I was too young to see the first when it was in theaters, which means I missed out on its initial visceral impact. So for years, Aliens was my favorite Alien movie, fueled primarily by the incredible experience of seeing it on opening night at the Coronet Theater in San Francisco. The theater was sold out, the audience was pumped, and by the end of it, I had a new role model in Sigourney Weaver's Ripley. And while I didn't take to wearing a jumpsuit, I did buy some Reeboks that were, at the time, the closest I could get to the ones she dons in the movie.

Eventually, Alien would supplant Aliens as the my favorite Alien film, and while I still love them both, I think Alien is about as near to perfect as a sci-fi horror movie can get. I'm likely not the only person who thinks this. It's probably why so many of the sequels and prequels tend to follow the same basic plot, centered on a female heroine, a motley crew, a suspicious synthetic human, and those pesky aliens. The two times they've strayed a bit from that formula, well, the less said about those, the better.

I wasn't a fan of Prometheus, mainly because giving the aliens an origin story wasn't something I had been clamoring for (was anyone?). The fact that the movie was so full of plot holes and flat-out stupid behavior by its characters, and, most importantly, didn't have Ripley, or anyone near Ripley's charisma, strength and smarts, made me worried for the future of the franchise.

Alien: Covenant has assuaged those fears.

Covenant is a direct sequel to Prometheus, set ten years after the events of that film and 18 years before the first Alien. The Covenant is a large space ark carrying two thousand colonists and drawers full of embryos is on its way to a new planet, along with a crew lead by terraforming scientist Daniels (Katherine Waterson) and first mate Oram (Billy Crudup). A synthetic android named Walter (Michael Fassbender), an updated version of the David model seen in Prometheus, is also on board.

An event remarkably similar to the beginning of last year's Passengers causes damage to the ship, requiring the early awakening of the crew to assess the issue and make repairs. As they're dealing with that, they receive a radio call from a previously uncharted planet that looks a lot more habitable and closer than the planet they were on their way to. So, despite protests from Daniels (who, being the heroine, knows this shit is iffy) they change course.

What follows sticks close to the formula many Alien movies have stuck to, with the crew (which includes Danny McBride, Carmen Ejogo, and Amy Seimitz) venturing where they shouldn't, only to meet some aliens, who, with each mutation, grow closer to the aliens we all grew up with.

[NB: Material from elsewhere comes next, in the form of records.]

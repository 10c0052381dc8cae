"""A sheet of the made-up workup: no solver, no signal processing, quick."""

from __future__ import annotations

from dataclasses import replace
from datetime import datetime
from pathlib import Path

from fieldkit.detune.excitation import Excitation
from fieldkit.job.document import Job
from fieldkit.sheet.basis import basis_of
from fieldkit.sheet.beyond import Results
from fieldkit.sheet.compose import composed
from fieldkit.sheet.content import Bullets, Document, Figure, Heading, Paragraph, Table
from fieldkit.workup import Workup
from tests.ui import glycol

NOW = datetime(2026, 3, 4, 15, 30)
HOSTILE = (
    "<script>alert(1)</script><img src=http://x.test/a onerror=alert(2)>\x1b[31m\u202e[red]b[/red] "
    "$\\frac{1}{0}$ `c` *d* _e_ | [f](http://x.test) </svg> \" ' & {{ 7*7 }} #010101"
)


def job(**changes: object) -> Job:
    return glycol.job(Path("/plant/glycol/job.toml"), **changes)


def work(**changes: object) -> Workup:
    return glycol.workup(job(), **changes)


def document(of: Workup | None = None) -> Document:
    """The whole sheet, without what only a solver gives."""
    found = of or work()
    return composed(Results(found, basis_of(found.job, None, NOW)))


def hostile() -> Workup:
    """Everything that a person can name, named to do harm."""
    plain = job()
    named = replace(
        plain,
        title=HOSTILE,
        contents_name=HOSTILE,
        span=replace(
            plain.span, masses=tuple(replace(mass, name=HOSTILE) for mass in plain.span.masses)
        ),
        excitations=tuple(replace(one, name=HOSTILE) for one in plain.excitations)
        or (Excitation(HOSTILE, (20.0, 25.0)),),
        recordings=tuple(
            replace(entry, path=entry.path.with_name(f"<b>{entry.path.name}\x1b]0;x\x07"))
            for entry in plain.recordings
        ),
    )
    found = glycol.workup(named)
    detuning = found.detuning
    assert detuning is not None
    return replace(
        found,
        taps=tuple(
            replace(reading, file=HOSTILE, entry=entry)
            for reading, entry in zip(found.taps, named.recordings, strict=False)
        ),
        running=tuple(replace(reading, file=HOSTILE) for reading in found.running),
        simulated=(HOSTILE,),
        warnings=(HOSTILE,),
        detuning=replace(
            detuning,
            bands=tuple(replace(band, name=HOSTILE) for band in detuning.bands),
            fixes=tuple(replace(fix, summary=HOSTILE) for fix in detuning.fixes),
        ),
    )


def texts(of: Document) -> list[str]:
    """Every text of a sheet but those inside figures."""
    found = [of.title, *(value for _, value in of.facts), *of.notices]
    for section in of.sections:
        found.append(section.title)
        for block in section.blocks:
            found += _texts(block)
    return [text for text in found if text]


def _texts(block: object) -> list[str]:
    if isinstance(block, Paragraph | Heading):
        return [block.text]
    if isinstance(block, Bullets):
        return list(block.items)
    if isinstance(block, Figure):
        return [block.caption]
    assert isinstance(block, Table)
    return [block.title, *block.head, *(cell for row in block.rows for cell in row)]
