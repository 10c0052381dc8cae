"""The advice says what was found, how sure it is, and what is missing."""

from __future__ import annotations

from dataclasses import replace

from fieldkit.detune.evidence import Evidence
from fieldkit.detune.excitation import Excitation, Goal
from fieldkit.job.document import Job
from fieldkit.sheet import advice, documents, tables
from fieldkit.sheet.plain import percent
from fieldkit.workup import StepRefusal, Workup
from tests.detune.lines import RUNNING, TAPPED, booster, booster_answer


def workup() -> Workup:
    span, _, found = booster()
    _, answer = booster_answer()
    job = Job(
        "Booster [red]line[/red]\x1b[2J",
        "SI",
        span,
        TAPPED,
        RUNNING,
        (Excitation("pump", (12.0, 13.0)),),
        goal=Goal(up_to_hz=100.0),
    )
    return Workup(job, (), Evidence(found.measured), (), found, answer)


def text(work: Workup) -> str:
    return " ".join(" ".join(advice.lines(work)).split())


def test_the_cure_and_its_chance_are_in_the_advice():
    said = text(workup())
    best = workup().detuning.fixes[0]
    assert best.summary in said
    assert f"chance {percent(best.chance)}" in said


def test_the_resonance_is_named_with_its_source():
    assert "lies in reach of pump 1x" in text(workup())


def test_cautions_are_always_there():
    said = text(workup())
    assert "ask the operator" in said
    assert "local code" in said


def test_hostile_titles_are_harmless_and_markup_is_just_text():
    said = text(workup())
    assert "\x1b" not in said
    assert "[red]line[/red]" in said


def test_a_missing_part_is_told_with_its_reason():
    bare = replace(
        workup(),
        match=None,
        detuning=None,
        refused=(StepRefusal("detune", "no change can be promised; settle the match first"),),
    )
    assert "settle the match first" in text(bare)


def test_no_good_fix_is_said_plainly():
    work = workup()
    weak = replace(work.detuning.fixes[0], chance=0.4)
    said = text(replace(work, detuning=replace(work.detuning, fixes=(weak,))))
    assert "No single change reaches the wanted chance of 90 %" in said


def test_tables_and_documents_hold_the_same_fixes():
    work = workup()
    lines = " ".join(" ".join(tables.detune(work.detuning, "SI")).split())
    for fix in documents.detune(work.detuning)["fixes"]:
        assert fix["summary"] in lines


def test_match_table_names_every_unknown():
    found = workup().match
    lines = "\n".join(tables.match(found, "US"))
    for parameter in found.parameters:
        assert parameter.name in lines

This is the first Alien movie that clearly implies that it takes place in the same universe as Ridley Scott's other nearly-perfect movie, Blade Runner. Like Blade Runner, the film's beginning includes a close-up of a replicant's synthetic's eye. In Covenant, the android plays a lead role, with most of his story centered on creation, "fatherhood," and what it means to be human, something the replicants of Blade Runner were a tad preoccupied with as well.

This is an interesting idea for Covenant to explore, and conceptually, it melds the evolution of those aliens and the android's obsessions fairly well. Where it fails a bit is in execution, as it gradually turns into a mutation of its own, becoming an Alien serial killer movie; an Alien Se7en, if you will.

Like Prometheus, Covenant is a prequel, which always brings with it its own set of problems: Why does the tech in all these ships look 100 times more advanced than the tech in the original films? How come no one in the originals ever heard about these alien encounters, or at least that past ships and crews have vanished mysteriously? And most importantly, why do they keep bringing androids on board when they usually end up trying do something sketchy, if not flat out try to kill the crew? (Except for you, Bishop! We love you!)

Clearly, Scott read the room, and realized the route he originally wanted to take following Prometheus wasn't going to cut it, so Covenant is a direct bridge between it and a full on reboot of the franchise. On the one hand, that's good, because it's much more of a crowd-pleaser. But on the other, it's a little too faithful to the formula, with that ship's motley crew (who are all paired off couples, yet aside from McBride never develop any clear personalities of their own), Waterson's Dany as a Ripley stand-in (right down to her sassy short haircut), and the one-on-one climatic battle with an alien.

That said, there's enough suspense mixed in to make the predictable bits more palatable, enough gore to satisfy fans of the original, and some really nice surprises. Fassbender's roles as both David and the upgraded model, Walter, are a big part of the latter. He's always a little scary, no matter which android he's playing, but there are some scenes that cross over into weirdly sexual territory (and let's face it, Geiger's aliens have also always been weirdly sexual) that made me squirm. Fassbender's so good, I'm even willing to overlook Walter 's terrible American accent.

Alien: Covenant doesn't come close to the near perfection of the original — I doubt a sequel ever could — but it's a close enough cousin to the exciting familiarity of Aliens that, while I won't be running out to the store to buy another pair of futuristic Reeboks, I will definitely go into the next installment (and oh yes, you can bet there will be more) with a little less dread than I had going into this one.